This note is a comprehensible summary of the article Numerical study of a viscous breaking water wave and the limit of vanishing viscosity (joint work with Emmanuel Dormy, J. Fluid Mech. Rapids, 2024), written to be comprehensible by non-scientific people.
I. What are we talking about?
Wave breaking is a well-known natural phenomenon (figure 1). However many things related to this phenomenon are yet to be understood.
In this paper, we describe a new numerical methods to solve the equations of fluid mechanics to investigate an example of breaking wave. Particular emphasis is put on the effects of viscosity on the overall shape of the wave.
II. The equations of fluid mechanics
One of the most celebrated equation of fluid mechanics is called the Navier-Stokes equation, \[ \frac{\partial \mathbf{u}}{\partial t} + (\mathbf{u}\cdot\nabla)\mathbf{u} = -\nabla p + \frac{1}{\mathrm{Re}}\cdot\Delta\mathbf{u} + \mathbf{g} \] \[ \nabla\cdot\mathbf{u} = 0 \] It describes surprisingly well the behavior of a fluid (liquid or gas), from the water flow coming out of a faucet to the formation of planetary storms. However it is impossible to solve it in most of the interesting cases...

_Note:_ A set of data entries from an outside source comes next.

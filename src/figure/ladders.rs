//! Level ladders: the numerical levels and each model's, side by side.

use super::Role;
use super::curve::{fit_label, fit_role};
use crate::findings::Findings;
use crate::fit::Family;

/// One ladder.
#[derive(Clone, Debug, PartialEq)]
pub struct Ladder {
    /// Whose levels these are.
    pub role: Role,
    /// Name of the column.
    pub label: String,
    /// Energies in cm⁻¹ above the minimum of the curve, v ascending.
    pub energies_per_cm: Vec<f64>,
}

/// The ladders of a study.
#[derive(Clone, Debug, Default, PartialEq)]
pub struct Ladders {
    /// The ladders, left to right: harmonic, numerical, then the fits.
    pub columns: Vec<Ladder>,
    /// First v at which harmonic and numerical differ by more than the tolerance.
    pub first_outside: Option<usize>,
}

/// Harmonic (ω_e (v + ½), k = V″(r_e)), numerical and fitted levels. A fit's levels count from its own
/// minimum, as in the findings; harmonic ones are listed as far as the numerical ones go.
pub fn ladders(findings: &Findings) -> Ladders {
    let numerical: Vec<f64> = findings.levels.iter().map(|l| l.energy_per_cm).collect();
    let mut columns = Vec::new();
    if let Some(constants) = &findings.constants.from_derivatives {
        let omega = constants.omega_e_per_cm.value;
        columns.push(Ladder {
            role: Role::Parabola,
            label: "harmonic".to_owned(),
            energies_per_cm: (0..numerical.len()).map(|v| omega * (v as f64 + 0.5)).collect(),
        });
    }
    if !numerical.is_empty() {
        columns.push(Ladder {
            role: Role::Scanned,
            label: "numerical".to_owned(),
            energies_per_cm: numerical,
        });
        for fit in findings.fits.iter().filter(|f| f.request.family != Family::Harmonic) {
            if fit.levels_per_cm.iter().any(|e| e.is_finite()) {
                columns.push(Ladder {
                    role: fit_role(fit.request.family),
                    label: fit_label(fit),
                    energies_per_cm: fit.levels_per_cm.clone(),
                });
            }
        }
    }
    Ladders { columns, first_outside: first_outside(findings) }
}

fn first_outside(findings: &Findings) -> Option<usize> {
    let reach = findings.reach.as_ref()?.levels?;
    let first = reach.highest_v.map_or(0, |v| v + 1);
    findings.levels.iter().any(|l| l.v == first).then_some(first)
}
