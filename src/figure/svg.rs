//! A drawing as SVG 1.1: text stays text, every series is a group with its name as title.

use super::drawing::{Anchor, Drawing, Item, PT_PER_MM, Rgb, Stroke};
use std::fmt::Write as _;

/// Faces in the order of preference: the program's own where it is installed, then common ones.
const FAMILIES: &str =
    "Inter, 'Helvetica Neue', Helvetica, Arial, 'Liberation Sans', 'DejaVu Sans', sans-serif";

/// The SVG file.
pub fn svg(drawing: &Drawing) -> String {
    let [width, height] = drawing.size_pt;
    let mut out = String::from("<?xml version=\"1.0\" encoding=\"UTF-8\"?>\n");
    let _ = writeln!(
        out,
        "<svg xmlns=\"http://www.w3.org/2000/svg\" version=\"1.1\" width=\"{}mm\" height=\"{}mm\" \
         viewBox=\"0 0 {} {}\" font-family=\"{FAMILIES}\">",
        short(width / PT_PER_MM),
        short(height / PT_PER_MM),
        short(width),
        short(height)
    );
    let _ = writeln!(out, "<title>{}</title>", escaped(&drawing.about));
    let ground = hex(drawing.ground);
    let _ = writeln!(out, "<rect width=\"100%\" height=\"100%\" fill=\"{ground}\"/>");
    for item in &drawing.items {
        write_item(&mut out, item);
    }
    out.push_str("</svg>\n");
    out
}

fn write_item(out: &mut String, item: &Item) {
    let _ = match item {
        Item::Open(label) => writeln!(out, "<g class=\"series\"><title>{}</title>", escaped(label)),
        Item::Close => writeln!(out, "</g>"),
        Item::Path { points, closed, stroke, fill, opacity } => {
            let mut path = String::new();
            for (i, [x, y]) in points.iter().enumerate() {
                let _ = write!(path, "{}{} {}", if i == 0 { "M" } else { "L" }, short(*x), short(*y));
            }
            if *closed {
                path.push('Z');
            }
            let fill = fill.map_or_else(|| "none".to_owned(), hex);
            let stroke = stroke.as_ref().map_or_else(String::new, stroke_attributes);
            writeln!(out, "<path d=\"{path}\" fill=\"{fill}\"{stroke}{}/>", opacity_attribute(*opacity))
        }
        Item::Circle { centre, radius_pt, stroke, fill, opacity } => writeln!(
            out,
            "<circle cx=\"{}\" cy=\"{}\" r=\"{}\" fill=\"{}\"{}{}/>",
            short(centre[0]),
            short(centre[1]),
            short(*radius_pt),
            hex(*fill),
            stroke_attributes(stroke),
            opacity_attribute(*opacity)
        ),
        Item::Text { at, text, size_pt, colour, anchor, upwards } => {
            let (x, y) = (short(at[0]), short(at[1]));
            let place = if *upwards {
                format!("transform=\"translate({x} {y}) rotate(-90)\"")
            } else {
                format!("x=\"{x}\" y=\"{y}\"")
            };
            let anchor = match anchor {
                Anchor::Start => "start",
                Anchor::Middle => "middle",
                Anchor::End => "end",
            };
            writeln!(
                out,
                "<text {place} font-size=\"{}\" fill=\"{}\" text-anchor=\"{anchor}\">{}</text>",
                short(*size_pt),
                hex(*colour),
                escaped(text)
            )
        }
    };
}

fn stroke_attributes(stroke: &Stroke) -> String {
    let mut text = format!(
        " stroke=\"{}\" stroke-width=\"{}\" stroke-linejoin=\"round\"",
        hex(stroke.colour),
        short(stroke.width_pt)
    );
    if !stroke.dashes_pt.is_empty() {
        let dashes: Vec<String> = stroke.dashes_pt.iter().map(|d| short(*d)).collect();
        let _ = write!(text, " stroke-dasharray=\"{}\"", dashes.join(" "));
    }
    text
}

fn opacity_attribute(opacity: f64) -> String {
    if opacity < 1.0 { format!(" opacity=\"{}\"", short(opacity)) } else { String::new() }
}

/// Thousandths of a point are finer than any printer.
pub(super) fn short(value: f64) -> String {
    let text = format!("{value:.3}");
    let text = text.trim_end_matches('0').trim_end_matches('.');
    if text == "-0" { "0".to_owned() } else { text.to_owned() }
}

fn hex(Rgb(r, g, b): Rgb) -> String {
    format!("#{r:02x}{g:02x}{b:02x}")
}

/// Text with the signs that XML reserves written as entities; control characters are left out, XML has none.
fn escaped(text: &str) -> String {
    let mut out = String::with_capacity(text.len());
    for c in text.chars() {
        match c {
            '&' => out.push_str("&amp;"),
            '<' => out.push_str("&lt;"),
            '>' => out.push_str("&gt;"),
            '"' => out.push_str("&quot;"),
            c if c.is_control() || c == '\u{fffe}' || c == '\u{ffff}' => {}
            c => out.push(c),
        }
    }
    out
}

#[cfg(test)]
mod tests {
    use super::*;

    #[test]
    fn numbers_are_short_and_text_is_safe() {
        assert_eq!(short(1.0), "1");
        assert_eq!(short(-0.0001), "0");
        assert_eq!(short(2.5), "2.5");
        assert_eq!(short(100.0), "100");
        assert_eq!(escaped("a<b & \"c\"\u{1}"), "a&lt;b &amp; &quot;c&quot;");
    }
}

A way to bypass this (huge) limitation in order to still get scientific knowledge from this equation is to use computers. Even though they are not able to solve it aswell, their computational power can be used to approximate the solution. We call this carrying out a numerical study. This is precisely what we have done in this work: solving numerically the Navier-Stokes equation in the case of a breaking wave.
III. Viscosity
In the Navier-Stokes equation shown above, there is a number \(\mathrm{Re}\), called the Reynolds number. It tells how viscous the fluid considered is. When it is large, the fluid is not very viscous (like water or air) while when it is small, the effects of viscosity become prevailing (as in honey).
At ambient temperature, the viscosity of water is almost identical everywhere, and very small. However, considering large-scale phenomena (e.g. small water waves) also decreases the Reynolds number (hence makes the viscosity more important). In our study, we have been interested in the behavior of the wave as we increase the Reynolds number. A comparison of water waves with different values of \(\mathrm{Re}\) is shown in figure 3 (cover of this article).
We see that, as the Reynolds numer is increased (i.e. as the viscosity becomes less important, as is the case for a water wave on a beach), the crest of the wave tends to become sharper until it reaches a limit.
This observation has lead us to conclude that the effects of viscosity are not negligible only in regions where the size of the crest, let us call it \( s \), is comparable or smaller than the inverse square-root of the Reynolds number, so only if \[ s \approx \frac{1}{\sqrt{\mathrm{Re}}} \]
IV. Boundary layer
The general effect of viscosity in fluid mechanics is that is dissipates energy. In order to know where this energy dissipation happens in the water, we represent it in figure 4.
The energy dissipation diagram shown in figure 4 shows a structure confined in the vicinity of the water-air interface. This is called a boundary layer. Notice that as the Reynolds number increases, the boundary layer size decreases. Such layer of energy dissipation has already been observed but was not extensively investigated before.
This boundary layer is negligible in the case of a breaking wave. However it is reasponsible for amplitude dumping of traveling water waves far from the shore (about 10% of the amplitude for a wave traveling a thousand kilometers).
V. Conclusion
We have developped a new approach to solve the equations of fluid mechanics in order to investigate breaking waves. This method has been used to extensively characterise the effects of viscosity on the shape of a wave.
There is still a formidable amount of questions to be adressed in future studies using this code.